# GPU-Z lookup function shows wrong GPU



## Deathly (Jul 25, 2017)

Hello.
I want to report a bug. I have a Zotac GTX 1080 Ti Founders Edition graphics card, this one in the database: https://www.techpowerup.com/gpudb/b4310/zotac-gtx-1080-ti-founders-edition. But when I click "Lookup" in GPU-Z it shows that I have an Inno3D iChill GTX 1080 Ti X4 Ultra and opens this URL: https://www.techpowerup.com/gpudb/b4465/inno3d-ichill-gtx-1080-ti-x4-ultra though GPU-Z itself shows correct information about my GPU.


----------



## W1zzard (Jul 25, 2017)

Please post a GPU-Z screenshot


----------



## Deathly (Jul 25, 2017)




----------



## W1zzard (Jul 25, 2017)

Ah, I see the issue now. The card uses the same BIOS and device Ids as all other FE cards and the Inno3D card you mentioned, so it's impossible for us to determine which manufacturer, which means lots of FE cards+Inno3D match the detection algorithm and it picks the first one it found.

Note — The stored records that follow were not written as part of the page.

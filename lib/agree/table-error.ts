/** Something in the table to be mended: its line from 1 (0: the table as a whole) and the name of its column. */
export type TableFault = { line: number; column: string; message: string };

/** A table that cannot be read, with every fault found in it in the order of its lines. */
export class TableError extends Error {
  override readonly name = "TableError";

  constructor(readonly faults: readonly TableFault[]) {
    super("The table cannot be read.");
  }
}
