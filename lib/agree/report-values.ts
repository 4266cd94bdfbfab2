import { type Label, labelsUsed } from "@/lib/statistics/labels";
import { limitsWithReplicates } from "@/lib/statistics/limits-with-replicates";
import { compareAmong, compareLabels, describeCases, type LabelScale } from "./label-statistics";
import { arrangePanel, type LongReading, type Panel } from "./long-table";
import { measureAgainst, measureAmong, measureBias, measureRepeats } from "./measurement-statistics";
import { againstOwnRepeats, againstReference, amongExaminers, column, toReport } from "./panel-sections";
import type { Report, Statistic } from "./report";

const OF = "values";

/** Every statistic that applies to labels: names, or numbers that stand for an order. Throws TableError. */
export function reportLabels(readings: readonly LongReading<Label>[], metric: "nominal" | "ordinal"): Report {
  const panel = arrangePanel(readings);
  const categories = labelsUsed([...panel.repeats.flat(2), ...(panel.references ?? [])]);
  const scale: LabelScale = { of: OF, metric, categories };
  return toReport(panel, { table: "values", scale: metric }, [
    ...againstReference(panel, (index, references) => compareLabels(references, column(panel.readings, index), scale)),
    ...amongExaminers(panel, () => [
      ...compareAmong(panel.readings, panel.examiners, scale),
      describeCases(
        panel.readings,
        panel.rows.map((row) => row.case),
        OF,
      ),
    ]),
    ...againstOwnRepeats(panel, (own) => compareLabels(column(own, 0), column(own, 1), scale)),
  ]);
}

/** Every statistic that applies to measurements. Throws TableError. */
export function reportMeasurements(readings: readonly LongReading<number>[]): Report {
  const panel = arrangePanel(readings);
  const { references, examiners } = panel;
  const sections = [
    ...againstReference(panel, (index, known) => measureAgainst(column(panel.readings, index), known, OF)),
    ...amongExaminers(panel, () => [
      ...measureAmong(panel.readings, examiners, OF),
      ...limitsFromRepeats(panel),
      ...(references ? [measureBias(differencesOf(panel, references), OF)] : []),
    ]),
    ...againstOwnRepeats(panel, (own) => [measureRepeats(own, OF)]),
  ];
  return toReport(panel, { table: "values", scale: "interval" }, sections);
}

/** Of two examiners, where both read cases again. */
function limitsFromRepeats({ examiners, repeats }: Panel<number>): Statistic[] {
  const isRepeated = (index: number) => repeats.some((row) => (row[index]?.length ?? 0) > 1);
  if (examiners.length !== 2 || !isRepeated(0) || !isRepeated(1)) return [];
  const [first, second] = [0, 1].map((index) => repeats.map((row) => row[index] ?? []));
  if (!first || !second) return [];
  const variant = `${examiners[0]} minus ${examiners[1]}`;
  return [{ statistic: "limitsWithReplicates", of: OF, variant, result: limitsWithReplicates(first, second) }];
}

function differencesOf({ rows, examiners, readings }: Panel<number>, references: readonly (number | null)[]) {
  return rows.flatMap((row, index) =>
    examiners.map((examiner, own) => {
      const reading = readings[index]?.[own] ?? null;
      const reference = references[index] ?? null;
      const difference = reading === null || reference === null ? null : reading - reference;
      return { examiner, case: row.case, difference };
    }),
  );
}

Any thoughts what we should do in this situation?


----------



## Deathly (Jul 25, 2017)

Hmm, I see... Well, then my suggestion is not to pick the first card it finds but the most probable variant, maybe. And I think in this particular case the most probable and suitable variant is this one: https://www.techpowerup.com/gpudb/2877/geforce-gtx-1080-ti (reference NVIDIA FE card), because this variant is correct for all of the FE cards and there are much more FE cards owners than that Inno3D's card owners.


----------



## W1zzard (Jul 25, 2017)

Great idea, I can add a manual "priority" flag to the database internally, which does what you propose. I don't think we can reliably mine the data from user activity because we don't know the most probable variant in the first place.


----------



## qubit (Jul 25, 2017)

I would definitely go with the generic "NVIDIA brand" card if they all have the same BIOS. Short of the user manually telling GPU-Z what it is there's no way to know.

You could add that manual option in if you want, but I think it would be an awful lot of work for very little gain, so I wouldn't bother.


----------



## Deathly (Jul 25, 2017)

Also I think it would be good to prioritize "NVIDIA brand" (and all the other manufacturers brand) cards among cards with the same BIOS and device ids for all the models, not only NVIDIA GTX 1080 Ti in this case.


----------